* _Requirement_:
Every line in the records below with the string "sealed" needs to be copied out.

* _Data for this exercise_:

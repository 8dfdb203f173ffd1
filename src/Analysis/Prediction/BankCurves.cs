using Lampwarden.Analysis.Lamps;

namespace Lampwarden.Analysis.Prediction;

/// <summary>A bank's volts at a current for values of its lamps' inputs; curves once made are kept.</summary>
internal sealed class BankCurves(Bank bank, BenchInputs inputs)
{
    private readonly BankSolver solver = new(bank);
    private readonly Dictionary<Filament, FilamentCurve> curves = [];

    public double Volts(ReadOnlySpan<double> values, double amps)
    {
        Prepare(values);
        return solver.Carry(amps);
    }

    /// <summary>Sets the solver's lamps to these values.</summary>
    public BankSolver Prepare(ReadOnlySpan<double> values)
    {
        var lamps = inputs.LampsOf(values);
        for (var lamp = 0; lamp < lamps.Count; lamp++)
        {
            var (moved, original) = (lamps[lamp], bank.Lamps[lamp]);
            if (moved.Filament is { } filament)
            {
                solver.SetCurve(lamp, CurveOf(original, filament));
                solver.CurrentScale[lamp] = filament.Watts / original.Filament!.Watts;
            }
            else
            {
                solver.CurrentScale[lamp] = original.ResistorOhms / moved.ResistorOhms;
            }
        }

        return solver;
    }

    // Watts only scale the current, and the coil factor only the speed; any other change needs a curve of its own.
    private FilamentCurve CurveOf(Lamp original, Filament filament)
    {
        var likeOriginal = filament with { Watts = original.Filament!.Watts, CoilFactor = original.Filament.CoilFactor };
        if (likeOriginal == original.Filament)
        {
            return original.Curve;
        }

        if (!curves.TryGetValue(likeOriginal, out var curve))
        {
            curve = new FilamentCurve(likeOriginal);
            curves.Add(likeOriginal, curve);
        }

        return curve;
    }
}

==

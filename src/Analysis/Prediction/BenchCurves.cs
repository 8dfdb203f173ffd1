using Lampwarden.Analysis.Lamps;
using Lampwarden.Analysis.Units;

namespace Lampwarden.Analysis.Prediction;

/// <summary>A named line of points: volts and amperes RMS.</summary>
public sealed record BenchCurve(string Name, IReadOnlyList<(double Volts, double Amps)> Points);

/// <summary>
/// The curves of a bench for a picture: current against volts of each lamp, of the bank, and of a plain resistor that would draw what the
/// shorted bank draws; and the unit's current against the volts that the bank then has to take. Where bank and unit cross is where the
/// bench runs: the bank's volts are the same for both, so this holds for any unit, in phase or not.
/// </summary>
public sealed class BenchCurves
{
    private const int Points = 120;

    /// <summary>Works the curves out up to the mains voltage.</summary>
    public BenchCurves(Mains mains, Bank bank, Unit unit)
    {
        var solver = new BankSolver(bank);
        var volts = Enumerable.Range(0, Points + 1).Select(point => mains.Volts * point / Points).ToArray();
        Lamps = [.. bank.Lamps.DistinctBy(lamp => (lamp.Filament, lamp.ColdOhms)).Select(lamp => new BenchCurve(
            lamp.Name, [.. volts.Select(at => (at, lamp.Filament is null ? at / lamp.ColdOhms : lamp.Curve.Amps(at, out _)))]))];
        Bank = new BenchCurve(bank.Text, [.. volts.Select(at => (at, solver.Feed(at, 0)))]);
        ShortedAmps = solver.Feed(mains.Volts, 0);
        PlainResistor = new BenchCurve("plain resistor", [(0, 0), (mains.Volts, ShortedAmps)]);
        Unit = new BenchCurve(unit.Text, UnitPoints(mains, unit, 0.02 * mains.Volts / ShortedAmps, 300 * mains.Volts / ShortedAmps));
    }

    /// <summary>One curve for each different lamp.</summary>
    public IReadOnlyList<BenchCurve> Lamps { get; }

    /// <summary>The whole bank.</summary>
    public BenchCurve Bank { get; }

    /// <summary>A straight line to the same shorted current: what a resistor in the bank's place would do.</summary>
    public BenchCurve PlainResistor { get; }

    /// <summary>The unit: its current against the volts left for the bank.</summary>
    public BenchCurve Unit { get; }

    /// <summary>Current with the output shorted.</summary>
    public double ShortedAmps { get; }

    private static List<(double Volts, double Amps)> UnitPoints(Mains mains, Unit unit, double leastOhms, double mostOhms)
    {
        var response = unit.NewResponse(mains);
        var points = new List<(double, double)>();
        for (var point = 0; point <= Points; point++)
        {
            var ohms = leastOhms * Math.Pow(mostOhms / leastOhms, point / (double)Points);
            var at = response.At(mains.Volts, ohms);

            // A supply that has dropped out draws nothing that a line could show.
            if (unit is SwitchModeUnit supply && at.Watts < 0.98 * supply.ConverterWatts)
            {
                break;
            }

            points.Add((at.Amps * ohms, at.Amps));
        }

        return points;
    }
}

* _Reply_:
internal sealed class BankCurves(Bank bank, BenchInputs inputs)
public sealed record BenchCurve(string Name, IReadOnlyList<(double Volts, double Amps)> Points);
public sealed class BenchCurves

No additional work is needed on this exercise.